Nanolasers hold the key position in on-chip sensing, optical interconnection and computing systems [1,2,3,4,5]. With cylindrical geometry and strong two-dimensional confinement of electrons, holes and photons, the independent semiconductor nanowire is one of the ideal candidates for nanolasers [6,7,8]. To date, room-temperature lasing emission has been realized in ZnO, GaN, CdS and GaAs nanowires, covering the optical spectrum from ultra-violet to near-infrared [9,10,11,12,13,14]. Among them, GaAs nanowires, with a direct band gap and high electron mobility, are considered to be a prime candidate for advanced opto-electronic devices [15]. However, due to the nanowires’ small size compared with their emission wavelength, ranging from 800 to 900 nm, the end facets of the nanowire display weak reflection at the near-infrared region, resulting in significant mirror losses [16]. Therefore, the light propagation in the nanowire has to be long enough to overcome a threshold loss induced by the weak facet reflectivities. The distinct index contrast reduces the diameter of the nanowires down to 200 nm, and even below the diffraction limit with the contribution of surface plasmons (collective electron oscillations) [17,18,19]. To keep the lasing emission from the nanowires at a relatively low threshold level, the nanowire’s length becomes too long compared with its diameter, which may impede its potential applications in nanophotonics and high-density photonics integration.

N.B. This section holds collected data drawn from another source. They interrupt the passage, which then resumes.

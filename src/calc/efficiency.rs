//! Losses and efficiency over the load range at each DC point, the published weighted
//! efficiencies, and the ratings for the nameplate and the interconnection.
//!
//! At each load fraction k the leg current and its angle come from the filter's phasor
//! chain at that load ([`super::leg_current`]); the semiconductor losses from the same
//! model as `semiconductor` (a MOSFET's at the junction temperature they produce at the
//! highest ambient); the DC-link ESR loss from the bank's current at that load; the
//! inductor winding loss from the leg current; the bleeder, the damping resistor and
//! the auxiliary supplies as constant (assumption E13).

use super::dc_link::{bank_current, banks};
use super::given;
use super::leg_current::{leg_point, phases, LOAD_FRACTIONS};
use super::modulation::{short, DC_POINTS};
use super::thermal::StageModel;
use crate::record::Design;
use crate::sheet::{Sheet, Source};
use crate::standards::{efficiency::WEIGHTINGS, nec};
use crate::units::Unit;

/// The id suffix of a load fraction: `k5`, `k50`, `k100`.
pub fn load_tag(k: f64) -> String {
    format!("k{}", (k * 100.0).round() as i64)
}

/// The efficiency at DC point `point` and load fraction `k`, from the sheet.
pub fn efficiency_id(point: &str, k: f64) -> String {
    format!("efficiency.eta.{point}.{}", load_tag(k))
}

pub fn evaluate(d: &Design, s: &mut Sheet) {
    if let Some(model) = StageModel::of(d) {
        curve(d, s, &model);
    }
    ratings(s);
}

fn curve(d: &Design, s: &mut Sheet, model: &StageModel) {
    let t_a = d.thermal.as_ref().map_or(25.0, |t| t.ambient_max.value);
    if let Some(g) = &d.losses.inductor_resistance {
        given(
            s,
            "efficiency.r_l",
            "Filter inductor winding resistance, per phase",
            "R_L",
            g,
            Unit::Ohm,
        );
    }
    if let Some(g) = &d.losses.auxiliary_power {
        given(
            s,
            "efficiency.p_aux",
            "Auxiliary supplies: control, gate drives, fans",
            "P_\"aux\"",
            g,
            Unit::Watt,
        );
    }
    let p_rated = s.value("output.power");
    let n_ph = phases(d);
    let model_source = || {
        Source::common_practice(
            "the semiconductor loss model of this package at this load: the leg current and its angle from the filter's phasor chain at the load fraction, a MOSFET's losses at the junction temperature they reach at the highest ambient",
        )
    };
    for (key, label, _) in DC_POINTS {
        let sh = short(key);
        for &k in &LOAD_FRACTIONS {
            let tag = load_tag(k);
            let pct = (k * 100.0).round() as i64;
            let a = leg_point(d, s, key, k);
            let (_, l, _) = model.operate(&a, t_a);
            let semi_id = format!("efficiency.p_semi.{key}.{tag}");
            let p_semi = s
                .derive(
                    &semi_id,
                    &format!("Semiconductor loss at {pct} % load, {label}"),
                    &format!("P_(\"semi\",\"{sh},{pct}\")"),
                    Unit::Watt,
                )
                .formula(&format!("N_\"pos\" P_\"pos\"(k = {pct} %)"))
                .inputs(&["semi.positions"])
                .source(model_source())
                .value(model.positions * l.total());
            let mut parts = vec![(semi_id, p_semi)];
            if let Some(r) = &d.losses.inductor_resistance {
                let id = format!("efficiency.p_cu.{key}.{tag}");
                let ph = if n_ph > 1.0 { "3 " } else { "" };
                let v = s
                    .derive(&id, &format!("Inductor winding loss at {pct} % load, {label}"), &format!("P_(\"cu\",\"{sh},{pct}\")"), Unit::Watt)
                    .formula(&format!("{ph}(I_\"leg\"(k = {pct} %))^2 / 2 R_L"))
                    .inputs(&["efficiency.r_l"])
                    .source(Source::common_practice("winding loss of the fundamental current in the inductor's series resistance, per phase"))
                    .value(n_ph * a.i_pk * a.i_pk / 2.0 * r.value);
                parts.push((id, v));
            }
            if let Some(dc) = &d.dc_link {
                let id = format!("efficiency.p_cap.{key}.{tag}");
                let i = bank_current(d, s, key, k).total_rms();
                let two = if banks(d) > 1.0 { "2 " } else { "" };
                let v = s
                    .derive(&id, &format!("DC-link ESR loss at {pct} % load, {label}"), &format!("P_(\"ESR\",\"{sh},{pct}\")"), Unit::Watt)
                    .formula(&format!("{two}(I_C (k = {pct} %))^2 R_\"ESR\""))
                    .inputs(&["dclink.esr"])
                    .source(Source::common_practice("the DC-link bank's rms current at this load, computed as in the DC-link section, in its ESR"))
                    .value(banks(d) * i * i * dc.esr.value);
                parts.push((id, v));
                let bleed = format!("dclink.p_bleed.{key}");
                let v = s.value(&bleed);
                parts.push((bleed, v));
            }
            for id in ["filter.p_damping", "efficiency.p_aux"] {
                if let Some(q) = s.get(id) {
                    parts.push((id.to_string(), q.value));
                }
            }
            let loss_id = format!("efficiency.p_loss.{key}.{tag}");
            let syms: Vec<String> = parts.iter().map(|(id, _)| s.symbol(id)).collect();
            let ids: Vec<&str> = parts.iter().map(|(id, _)| id.as_str()).collect();
            let p_loss = s
                .derive(
                    &loss_id,
                    &format!("Total loss at {pct} % load, {label}"),
                    &format!("P_(\"loss\",\"{sh},{pct}\")"),
                    Unit::Watt,
                )
                .formula(&syms.join(" + "))
                .inputs(&ids)
                .value(parts.iter().map(|p| p.1).sum());
            let p_out = k * p_rated;
            s.derive(
                &efficiency_id(key, k),
                &format!("Efficiency at {pct} % load, {label}"),
                &format!("eta_(\"{sh}\",{pct})"),
                Unit::Percent,
            )
            .formula(&format!(
                "{pct} % P / ({pct} % P + P_(\"loss\",\"{sh},{pct}\"))"
            ))
            .inputs(&["output.power", &loss_id])
            .value(p_out / (p_out + p_loss));
        }
        for w in &WEIGHTINGS {
            let terms: Vec<(String, f64)> = w
                .points
                .iter()
                .map(|(k, wt)| (efficiency_id(key, *k), *wt))
                .collect();
            let formula: Vec<String> = terms
                .iter()
                .map(|(id, wt)| format!("{wt} {}", s.symbol(id)))
                .collect();
            let ids: Vec<&str> = terms.iter().map(|(id, _)| id.as_str()).collect();
            let value = w.weighted(|k| s.value(&efficiency_id(key, k)));
            let (name, sym) = match w.name {
                "cec" => ("CEC weighted efficiency", format!("eta_(\"CEC\",\"{sh}\")")),
                _ => (
                    "European weighted efficiency",
                    format!("eta_(\"EU\",\"{sh}\")"),
                ),
            };
            s.derive(
                &format!("efficiency.eta_{}.{key}", w.name),
                &format!("{name}, {label}"),
                &sym,
                Unit::Percent,
            )
            .formula(&formula.join(" + "))
            .inputs(&ids)
            .source(w.citation.source())
            .value(value);
        }
    }
}

/// The nameplate and interconnection ratings.
fn ratings(s: &mut Sheet) {
    let i_o = s.value("output.i_rms");
    s.derive("ratings.i_out", "Continuous output current (rms, per phase)", "I_\"cont\"", Unit::Ampere)
        .formula("I_o")
        .inputs(&["output.i_rms"])
        .source(Source::common_practice("the rated output current is the continuous current for the nameplate (the inverter may run at it for 3 h or more)"))
        .value(i_o);
    let v = s.value("dc.v_max");
    s.derive(
        "ratings.v_dc_max",
        "Maximum DC input voltage",
        "V_(\"dc\",\"np\")",
        Unit::Volt,
    )
    .formula("V_\"dc,max\"")
    .inputs(&["dc.v_max"])
    .value(v);
    let loss_id = "efficiency.p_loss.min.k100";
    let p = s.value("output.power");
    let v_min = s.value("dc.v_min");
    let name = "Maximum DC input current (rated power at the DC minimum)";
    match s.get(loss_id).map(|q| q.value) {
        Some(loss) => s
            .derive("ratings.i_dc_max", name, "I_(\"dc\",\"np\")", Unit::Ampere)
            .formula("(P + P_(\"loss\",\"min,100\")) / V_\"dc,min\"")
            .inputs(&["output.power", loss_id, "dc.v_min"])
            .value((p + loss) / v_min),
        None => s
            .derive("ratings.i_dc_max", name, "I_(\"dc\",\"np\")", Unit::Ampere)
            .formula("P / V_\"dc,min\"")
            .inputs(&["output.power", "dc.v_min"])
            .source(Source::common_practice("without the switches' data the losses are unknown: the output power over the DC minimum, an underestimate"))
            .value(p / v_min),
    };
    let needed = nec::CONTINUOUS * i_o;
    s.derive(
        "ratings.ocpd_min",
        "Least overcurrent device rating, 125 % of the continuous current",
        "I_(\"OCPD,min\")",
        Unit::Ampere,
    )
    .formula("1.25 I_\"cont\"")
    .inputs(&["ratings.i_out"])
    .source(nec::CONTINUOUS_FACTOR.source())
    .value(needed);
    let standard = nec::next_standard_rating(needed);
    if !standard.is_finite() {
        s.warn(
            "ratings.ocpd_min",
            "the overcurrent device needed is above the largest standard rating of NEC 240.6(A) (6000 A): it must be specified for this installation",
        );
        return;
    }
    s.derive(
        "ratings.ocpd",
        "Overcurrent device rating, next standard size (local codes govern)",
        "I_\"OCPD\"",
        Unit::Ampere,
    )
    .formula("\"next standard rating\" >= I_(\"OCPD,min\")")
    .inputs(&["ratings.ocpd_min"])
    .source(nec::STANDARD_RATINGS.source())
    .value(standard);
}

In this paper, an Ag grating with a short period number is proposed to enhance the end-facet reflection and lower the mirror loss of GaAs nanowires. The grating is employed as a high-quality reflector and placed at only one end facet to shrink the length of the nanowires. The other end-facet reflection is provided by the Au cap. The Ag grating and Au cap compose the optical resonant cavity. In that cavity, two mirrors of Ag grating and Au cap face each other, forming an optical resonator in which a light wave can be resonantly enhanced. To reveal the mechanism of the enhanced reflection by the short-period Ag grating, the finite elements method (FEM) is applied to a numerical simulation of the reflection and cavity properties. With the optimized structural parameters of the grating, the reflected spectrum can be located within the gain spectrum of the GaAs nanowires to generate an increase in feedback. Consequently, the lasing threshold will be lower than that without active feedback, and the nanowire’s length can be shortened while maintaining the laser’s power.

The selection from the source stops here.